| Task objective |
Every line from the start of the records below to the line containing "export const TYPED: Source" should be retyped exactly, that line included, and no others.

════════════════════

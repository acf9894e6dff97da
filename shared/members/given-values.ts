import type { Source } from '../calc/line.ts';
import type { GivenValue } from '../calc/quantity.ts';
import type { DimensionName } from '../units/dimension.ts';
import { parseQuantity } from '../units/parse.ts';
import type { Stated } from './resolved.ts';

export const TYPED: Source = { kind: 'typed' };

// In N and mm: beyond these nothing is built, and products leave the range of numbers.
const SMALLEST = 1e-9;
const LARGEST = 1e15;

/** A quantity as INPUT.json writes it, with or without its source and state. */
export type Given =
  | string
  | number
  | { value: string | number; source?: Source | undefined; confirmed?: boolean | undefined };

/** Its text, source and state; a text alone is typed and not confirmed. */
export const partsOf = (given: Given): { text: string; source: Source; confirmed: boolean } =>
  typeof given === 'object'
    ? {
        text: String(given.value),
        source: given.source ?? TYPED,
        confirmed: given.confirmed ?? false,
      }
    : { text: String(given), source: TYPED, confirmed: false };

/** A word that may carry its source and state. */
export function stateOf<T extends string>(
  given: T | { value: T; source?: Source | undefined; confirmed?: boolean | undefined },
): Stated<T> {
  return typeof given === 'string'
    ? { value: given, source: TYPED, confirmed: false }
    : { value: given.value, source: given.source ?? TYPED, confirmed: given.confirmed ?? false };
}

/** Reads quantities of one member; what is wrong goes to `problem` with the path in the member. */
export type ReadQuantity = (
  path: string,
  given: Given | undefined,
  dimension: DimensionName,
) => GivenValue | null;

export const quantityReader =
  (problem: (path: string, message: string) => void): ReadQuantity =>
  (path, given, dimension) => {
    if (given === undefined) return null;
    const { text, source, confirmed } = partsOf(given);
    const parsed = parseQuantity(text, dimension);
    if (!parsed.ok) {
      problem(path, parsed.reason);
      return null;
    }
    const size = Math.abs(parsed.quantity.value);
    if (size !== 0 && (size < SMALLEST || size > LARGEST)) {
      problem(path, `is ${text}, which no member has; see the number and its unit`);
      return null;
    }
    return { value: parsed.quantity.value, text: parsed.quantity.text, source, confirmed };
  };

════════════════════

| Answer box |
repository acf9894e6dff97da
filename shared/members/given-values.ts
import type { Source } from '../calc/line.ts';
import type { GivenValue } from '../calc/quantity.ts';
import type { DimensionName } from '../units/dimension.ts';
import { parseQuantity } from '../units/parse.ts';
import type { Stated } from './resolved.ts';

export const TYPED: Source = { kind: 'typed' };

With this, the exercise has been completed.